• Problem statement
Having located "ShapeCount = group.Region.ShapeCount;" in the records below, repeat exactly the line it is on and all subsequent lines, ending with the last.

Stored data entries:
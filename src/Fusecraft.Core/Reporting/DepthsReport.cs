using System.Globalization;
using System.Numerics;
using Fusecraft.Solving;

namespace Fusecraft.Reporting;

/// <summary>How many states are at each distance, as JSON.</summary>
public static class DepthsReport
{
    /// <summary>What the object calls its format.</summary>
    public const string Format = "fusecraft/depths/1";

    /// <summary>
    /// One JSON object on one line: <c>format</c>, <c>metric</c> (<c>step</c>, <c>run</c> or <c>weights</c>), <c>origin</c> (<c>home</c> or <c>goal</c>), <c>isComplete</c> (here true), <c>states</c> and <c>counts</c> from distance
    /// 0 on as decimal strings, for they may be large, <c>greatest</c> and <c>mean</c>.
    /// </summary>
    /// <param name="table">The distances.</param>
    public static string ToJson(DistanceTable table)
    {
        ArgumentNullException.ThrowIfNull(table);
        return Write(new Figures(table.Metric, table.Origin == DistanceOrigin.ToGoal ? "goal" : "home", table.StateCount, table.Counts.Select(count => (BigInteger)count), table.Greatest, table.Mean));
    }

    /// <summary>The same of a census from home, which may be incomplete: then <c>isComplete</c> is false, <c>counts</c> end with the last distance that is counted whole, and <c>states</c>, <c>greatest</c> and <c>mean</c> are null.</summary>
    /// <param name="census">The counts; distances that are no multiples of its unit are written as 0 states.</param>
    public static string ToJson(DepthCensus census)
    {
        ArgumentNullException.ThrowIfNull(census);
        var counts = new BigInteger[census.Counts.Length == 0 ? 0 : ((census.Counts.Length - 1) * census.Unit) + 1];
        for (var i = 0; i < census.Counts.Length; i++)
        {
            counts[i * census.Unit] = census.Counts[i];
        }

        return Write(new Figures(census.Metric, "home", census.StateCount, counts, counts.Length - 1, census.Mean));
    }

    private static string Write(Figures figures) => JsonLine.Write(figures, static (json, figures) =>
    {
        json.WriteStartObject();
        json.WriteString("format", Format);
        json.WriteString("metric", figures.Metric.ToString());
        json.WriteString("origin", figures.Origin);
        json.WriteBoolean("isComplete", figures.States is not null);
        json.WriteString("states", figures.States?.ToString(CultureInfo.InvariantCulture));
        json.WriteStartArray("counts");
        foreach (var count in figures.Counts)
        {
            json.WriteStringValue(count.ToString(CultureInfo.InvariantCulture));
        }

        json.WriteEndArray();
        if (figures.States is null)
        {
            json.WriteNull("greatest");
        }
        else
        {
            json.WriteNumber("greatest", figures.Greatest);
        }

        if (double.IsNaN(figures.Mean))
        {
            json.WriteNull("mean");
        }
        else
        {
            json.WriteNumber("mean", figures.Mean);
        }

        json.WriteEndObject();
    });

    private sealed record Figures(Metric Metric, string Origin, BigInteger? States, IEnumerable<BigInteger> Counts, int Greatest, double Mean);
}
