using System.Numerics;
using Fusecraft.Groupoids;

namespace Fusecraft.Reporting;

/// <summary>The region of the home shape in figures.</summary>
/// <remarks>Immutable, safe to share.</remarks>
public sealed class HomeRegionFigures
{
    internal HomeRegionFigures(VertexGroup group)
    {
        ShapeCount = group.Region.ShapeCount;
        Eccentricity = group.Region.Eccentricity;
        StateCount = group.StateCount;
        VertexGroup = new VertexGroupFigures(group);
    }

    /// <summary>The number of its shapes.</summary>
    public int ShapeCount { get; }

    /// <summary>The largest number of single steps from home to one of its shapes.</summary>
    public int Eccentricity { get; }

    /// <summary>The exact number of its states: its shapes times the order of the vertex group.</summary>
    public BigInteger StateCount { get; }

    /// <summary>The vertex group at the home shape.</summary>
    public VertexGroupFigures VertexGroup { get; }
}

• Exercise solution
        ShapeCount = group.Region.ShapeCount;
        Eccentricity = group.Region.Eccentricity;
        StateCount = group.StateCount;
        VertexGroup = new VertexGroupFigures(group);
    }

    /// <summary>The number of its shapes.</summary>
    public int ShapeCount { get; }

    /// <summary>The largest number of single steps from home to one of its shapes.</summary>
    public int Eccentricity { get; }

    /// <summary>The exact number of its states: its shapes times the order of the vertex group.</summary>
    public BigInteger StateCount { get; }

    /// <summary>The vertex group at the home shape.</summary>
    public VertexGroupFigures VertexGroup { get; }
}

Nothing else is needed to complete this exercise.